"""

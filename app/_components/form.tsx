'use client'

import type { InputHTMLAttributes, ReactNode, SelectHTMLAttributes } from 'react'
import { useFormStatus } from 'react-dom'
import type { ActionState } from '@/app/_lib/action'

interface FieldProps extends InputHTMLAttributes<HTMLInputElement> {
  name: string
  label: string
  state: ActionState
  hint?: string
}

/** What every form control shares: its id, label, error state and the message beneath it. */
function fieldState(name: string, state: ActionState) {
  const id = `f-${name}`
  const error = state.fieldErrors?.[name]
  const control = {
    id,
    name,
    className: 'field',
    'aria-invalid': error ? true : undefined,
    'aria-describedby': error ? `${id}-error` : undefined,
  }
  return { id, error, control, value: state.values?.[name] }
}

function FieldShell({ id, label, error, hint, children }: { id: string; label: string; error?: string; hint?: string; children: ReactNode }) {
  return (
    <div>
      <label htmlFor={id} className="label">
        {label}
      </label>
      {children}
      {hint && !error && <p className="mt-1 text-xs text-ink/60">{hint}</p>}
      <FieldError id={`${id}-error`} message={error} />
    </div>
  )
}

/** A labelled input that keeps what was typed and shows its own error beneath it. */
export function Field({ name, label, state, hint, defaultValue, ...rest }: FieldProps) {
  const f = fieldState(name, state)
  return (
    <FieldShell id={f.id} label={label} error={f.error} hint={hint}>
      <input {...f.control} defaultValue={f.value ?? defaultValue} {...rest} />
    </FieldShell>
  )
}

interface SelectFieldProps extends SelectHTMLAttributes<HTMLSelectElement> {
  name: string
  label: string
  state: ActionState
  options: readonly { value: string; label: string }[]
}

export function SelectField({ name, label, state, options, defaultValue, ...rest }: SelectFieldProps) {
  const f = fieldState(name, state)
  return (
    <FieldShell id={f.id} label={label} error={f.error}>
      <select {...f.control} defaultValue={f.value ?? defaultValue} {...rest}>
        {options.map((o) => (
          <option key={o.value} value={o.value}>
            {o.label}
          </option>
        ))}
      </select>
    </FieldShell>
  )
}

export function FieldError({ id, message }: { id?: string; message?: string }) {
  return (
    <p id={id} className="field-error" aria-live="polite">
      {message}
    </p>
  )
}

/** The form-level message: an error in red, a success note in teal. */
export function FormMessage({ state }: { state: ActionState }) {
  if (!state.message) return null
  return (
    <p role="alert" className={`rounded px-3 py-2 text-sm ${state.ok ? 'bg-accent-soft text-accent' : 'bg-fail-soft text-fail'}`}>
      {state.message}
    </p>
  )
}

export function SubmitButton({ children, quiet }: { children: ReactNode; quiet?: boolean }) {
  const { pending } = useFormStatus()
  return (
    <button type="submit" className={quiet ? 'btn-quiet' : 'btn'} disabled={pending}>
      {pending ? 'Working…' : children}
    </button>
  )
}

"""

### [What you should do]
Would you output the material above once more, exactly as given?

### [Answer to this task]
filename app/_components/form.tsx
'use client'

import type { InputHTMLAttributes, ReactNode, SelectHTMLAttributes } from 'react'
import { useFormStatus } from 'react-dom'
import type { ActionState } from '@/app/_lib/action'

interface FieldProps extends InputHTMLAttributes<HTMLInputElement> {
  name: string
  label: string
  state: ActionState
  hint?: string
}

/** What every form control shares: its id, label, error state and the message beneath it. */
function fieldState(name: string, state: ActionState) {
  const id = `f-${name}`
  const error = state.fieldErrors?.[name]
  const control = {
    id,
    name,
    className: 'field',
    'aria-invalid': error ? true : undefined,
    'aria-describedby': error ? `${id}-error` : undefined,
  }
  return { id, error, control, value: state.values?.[name] }
}

function FieldShell({ id, label, error, hint, children }: { id: string; label: string; error?: string; hint?: string; children: ReactNode }) {
  return (
    <div>
      <label htmlFor={id} className="label">
        {label}
      </label>
      {children}
      {hint && !error && <p className="mt-1 text-xs text-ink/60">{hint}</p>}
      <FieldError id={`${id}-error`} message={error} />
    </div>
  )
}

/** A labelled input that keeps what was typed and shows its own error beneath it. */
export function Field({ name, label, state, hint, defaultValue, ...rest }: FieldProps) {
  const f = fieldState(name, state)
  return (
    <FieldShell id={f.id} label={label} error={f.error} hint={hint}>
      <input {...f.control} defaultValue={f.value ?? defaultValue} {...rest} />
    </FieldShell>
  )
}

interface SelectFieldProps extends SelectHTMLAttributes<HTMLSelectElement> {
  name: string
  label: string
  state: ActionState
  options: readonly { value: string; label: string }[]
}

export function SelectField({ name, label, state, options, defaultValue, ...rest }: SelectFieldProps) {
  const f = fieldState(name, state)
  return (
    <FieldShell id={f.id} label={label} error={f.error}>
      <select {...f.control} defaultValue={f.value ?? defaultValue} {...rest}>
        {options.map((o) => (
          <option key={o.value} value={o.value}>
            {o.label}
          </option>
        ))}
      </select>
    </FieldShell>
  )
}

export function FieldError({ id, message }: { id?: string; message?: string }) {
  return (
    <p id={id} className="field-error" aria-live="polite">
      {message}
    </p>
  )
}

/** The form-level message: an error in red, a success note in teal. */
export function FormMessage({ state }: { state: ActionState }) {
  if (!state.message) return null
  return (
    <p role="alert" className={`rounded px-3 py-2 text-sm ${state.ok ? 'bg-accent-soft text-accent' : 'bg-fail-soft text-fail'}`}>
      {state.message}
    </p>
  )
}

export function SubmitButton({ children, quiet }: { children: ReactNode; quiet?: boolean }) {
  const { pending } = useFormStatus()
  return (
    <button type="submit" className={quiet ? 'btn-quiet' : 'btn'} disabled={pending}>
      {pending ? 'Working…' : children}
    </button>
  )
}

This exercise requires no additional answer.